For the first limit, it should be $0$ for the following reason: $\;\{\sin n\mid n\in \mathbf N\}$ is dense in $[-1,1]$. So for any $\varepsilon >0$ there exists $N$ such that $\lvert\, \sin N\,\rvert<\varepsilon$, which implies that for any $n\ge N$, $$\lvert\,\sin 1\cdot \sin 2\cdots \sin N\cdots\sin n\,\rvert <\varepsilon.$$

Solution 2:

Density (i.e., the irrationality of $\pi$) is not needed.
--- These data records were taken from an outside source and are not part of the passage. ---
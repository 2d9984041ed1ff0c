/** The schema: made by many at once, equal to the one on record, and closed to the role that serves. */
import {
  asSuperuser,
  createEmptyDatabase,
  databaseName,
  dropDatabase,
  removeFolder,
  testEnvironment,
  withDatabase,
} from '../server/support/environment';
import { execFileSync } from 'node:child_process';
import { existsSync, readdirSync, readFileSync, writeFileSync } from 'node:fs';
import path from 'node:path';
import { Client } from 'pg';
import { migrate } from '@/server/migrate';
import { migrations } from '@/server/migrations';

jest.setTimeout(120_000);

const { DATABASE_URL: appUrl, DATABASE_OWNER_URL: ownerUrl } = testEnvironment;
const names = migrations.map(({ name }) => name);

beforeAll(async () => {
  await createEmptyDatabase();
});
afterAll(async () => {
  await dropDatabase();
  removeFolder();
});

test('of twenty that migrate at once, one does it and all find it done', async () => {
  const taken = await Promise.all(Array.from({ length: 20 }, () => migrate(ownerUrl, appUrl)));
  expect(taken.filter((steps) => steps.length > 0)).toEqual([names]);
  const rows = await asSuperuser<{ name: string }>('SELECT name FROM schema_migrations ORDER BY 1');
  expect(rows.map(({ name }) => name)).toEqual([...names].sort());
});

test('two databases of one cluster are migrated at once', async () => {
  const others = ['a', 'b', 'c'].map((suffix) => `${databaseName}_${suffix}`);
  try {
    await Promise.all(others.map((name) => createEmptyDatabase(name)));
    const taken = await Promise.all(
      others.map((name) => migrate(withDatabase(ownerUrl, name), withDatabase(appUrl, name))),
    );
    expect(taken).toEqual(others.map(() => names));
  } finally {
    await Promise.all(others.map((name) => dropDatabase(name)));
  }
});

test('a step is named by its number and comes in order', () => {
  const files = readdirSync(path.join(__dirname, '..', '..', 'server', 'migrations'))
    .filter((file) => /^\d/.test(file))
    .map((file) => path.basename(file, '.ts'));
  expect([...names].sort()).toEqual(names);
  expect(files.filter((file) => names.includes(file)).sort()).toEqual(names);
});

const serverFolder = '/usr/lib/postgresql';

function pgDump(): string {
  const versions = existsSync(serverFolder) ? readdirSync(serverFolder) : [];
  const newest = versions.sort((a, b) => Number(b) - Number(a))[0];
  return newest ? path.join(serverFolder, newest, 'bin', 'pg_dump') : 'pg_dump';
}

/** The schema as statements only: no versions, settings or comments of the program that wrote it. */
function dumpSchema(): string {
  const args = ['--schema-only', '--no-owner', '--schema=public', `--dbname=${ownerUrl}`];
  return execFileSync(pgDump(), args, { encoding: 'utf8' })
    .split('\n')
    .filter((line) => !/^(--|SET |SELECT pg_catalog\.set_config|\\(un)?restrict|$)/.test(line))
    .join('\n')
    .concat('\n');
}

/** After a new migration: WRITE_SCHEMA=1 npx jest tests/migrations, then read the difference. */
test('the schema is the one on record', () => {
  const golden = path.join(__dirname, 'schema.sql');
  const schema = dumpSchema();
  if (process.env.WRITE_SCHEMA) writeFileSync(golden, schema);
  expect(schema).toBe(readFileSync(golden, 'utf8'));
});

describe('every table', () => {
  const tablesWithout = (condition: string) =>
    asSuperuser<{ name: string }>(
      `SELECT c.relname AS name FROM pg_class c JOIN pg_namespace n ON n.oid = c.relnamespace
       WHERE n.nspname = 'public' AND c.relkind = 'r' AND NOT (${condition}) ORDER BY 1`,
    );
  const constraint = (type: string) =>
    `EXISTS (SELECT FROM pg_constraint k WHERE k.conrelid = c.oid AND k.contype = '${type}')`;

  test('has a primary key and checks', async () => {
    expect(await tablesWithout(constraint('p'))).toEqual([]);
    expect(await tablesWithout(`${constraint('c')} OR c.relname = 'schema_migrations'`)).toEqual(
      [],
    );
  });

  test('belongs to owner', async () => {
    expect(await tablesWithout("pg_get_userbyid(c.relowner) = 'owner'")).toEqual([]);
  });

  test('keeps text as text and times with their zone', async () => {
    const odd = await asSuperuser(
      `SELECT table_name, column_name, data_type FROM information_schema.columns
       WHERE table_schema = 'public' AND data_type IN
         ('character varying', 'character', 'timestamp without time zone', 'real', 'money')`,
    );
    expect(odd).toEqual([]);
  });
});

describe('the role that serves', () => {
  async function asApp(sql: string) {
    const client = new Client({ connectionString: appUrl });
    await client.connect();
    try {
      return await client.query(sql);
    } finally {
      await client.end();
    }
  }

  test.each([
    'CREATE TABLE mine (id integer)',
    'CREATE SCHEMA mine',
    'CREATE FUNCTION mine() RETURNS integer LANGUAGE sql AS $$ SELECT 1 $$',
    'CREATE ROLE mine',
    'ALTER ROLE app SUPERUSER',
    'ALTER TABLE users ADD COLUMN mine text',
    'ALTER TABLE grants DISABLE TRIGGER ALL',
    'DROP TABLE users',
    'TRUNCATE grants',
    'DELETE FROM grants',
    'UPDATE grants SET reason = reason',
    'DELETE FROM quotes',
    'UPDATE quotes SET value = 0',
    'DELETE FROM users',
    'UPDATE users SET email = email',
    'DELETE FROM memberships',
    'UPDATE memberships SET desk_id = desk_id',
    'UPDATE desks SET time_zone = time_zone',
    'UPDATE market_quotes SET spot = 1',
    'UPDATE market_snapshots SET entered_by_id = entered_by_id',
    "INSERT INTO schema_migrations (name) VALUES ('mine')",
    'SET SESSION AUTHORIZATION postgres',
  ])('may not: %s', async (sql) => {
    await expect(asApp(sql)).rejects.toMatchObject({ code: '42501' });
  });

  test('is not, and cannot become, the owner', async () => {
    await expect(asApp('SET ROLE owner')).rejects.toMatchObject({ code: '42501' });
    const { rows } = await asApp(
      `SELECT rolsuper, rolcreaterole, rolcreatedb, pg_has_role('app', 'owner', 'MEMBER') AS member
       FROM pg_roles WHERE rolname = 'app'`,
    );
    expect(rows).toEqual([
      { rolsuper: false, rolcreaterole: false, rolcreatedb: false, member: false },
    ]);
    const owners = await asApp("SELECT rolcanlogin FROM pg_roles WHERE rolname = 'owner'");
    expect(owners.rows).toEqual([{ rolcanlogin: false }]);
  });

  test('owns the queue’s schema only', async () => {
    const { rows } = await asApp(
      "SELECT nspname FROM pg_namespace WHERE pg_get_userbyid(nspowner) = 'app'",
    );
    expect(rows).toEqual([{ nspname: 'graphile_worker' }]);
  });
});
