/**
 * Quotes on their way to the server. One is kept, with its idempotency key, before it is sent, and
 * let go only when the server has answered for good: a reload, a lost connection or a second press
 * can therefore neither lose it nor save it twice.
 */
import { z } from 'zod';
import { type ApiError } from '@/shared/api-client';
import { quoteDraftSchema, type QuoteDraft } from '@/shared/contracts/quotes';

export const keptQuoteSchema = z.object({
  idempotencyKey: z.string(),
  body: quoteDraftSchema,
  keptAt: z.string(),
});
export type KeptQuote = z.infer<typeof keptQuoteSchema>;
export const keptQuotesSchema = z.array(keptQuoteSchema);

const contentOf = (body: QuoteDraft) => JSON.stringify(body);

/** The kept quote of the same content, or a new one: one key per content. */
export function keepQuote(
  kept: readonly KeptQuote[],
  body: QuoteDraft,
  newKey: () => string,
  keptAt: string,
): { quote: KeptQuote; kept: KeptQuote[] } {
  const same = kept.find((quote) => contentOf(quote.body) === contentOf(body));
  if (same) return { quote: same, kept: [...kept] };
  const quote = { idempotencyKey: newKey(), body, keptAt };
  return { quote, kept: [...kept, quote] };
}

export const letGo = (kept: readonly KeptQuote[], idempotencyKey: string): KeptQuote[] =>
  kept.filter((quote) => quote.idempotencyKey !== idempotencyKey);

/** Whether the same content may still be taken: the server was away, or nobody is signed in. */
export const mayBeSentLater = (error: ApiError): boolean =>
  error.retryable || error.code === 'session-ended' || error.code === 'not-signed-in';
Let $f\colon\mathbb R$ be any periodic function with $|f(x)\le 1$ for all $x$ and there exists a closed interval $I$ of length $1$ and a number $q<1$ such that $|f(x)|\le q$ for all $x\in I$. Then for any $m\in\mathbb N_0$ $$\lim_{n\to \infty}n^mf(1)f(2)\cdots f(n) = 0 $$

To see this let $p$ be a period of $f$ Then $I, I+1, \ldots , I+\lceil p\rceil-1$ cover a full period of $f$, hence among any $\lceil p\rceil $ consecutive integers $k+i$, $0\le i<\lceil p\rceil$, there is at least one with $|f(k+i)\le q$. As $f(k)|\le 1$ for all other factors, we conclude $$\left|\prod_{k=1}^nf(k)\right| \le q^{\lfloor n/\lceil p\rceil\rfloor}<\frac1q\cdot(\sqrt[\lceil p\rceil]q)^n$$ This exponentially small bound implies the claim.

To apply this to the original problem with $f(x)=\sin x$ observe that one may take for example $I=[-\frac12,\frac12]$ and $q=\sin \frac12<\frac12$.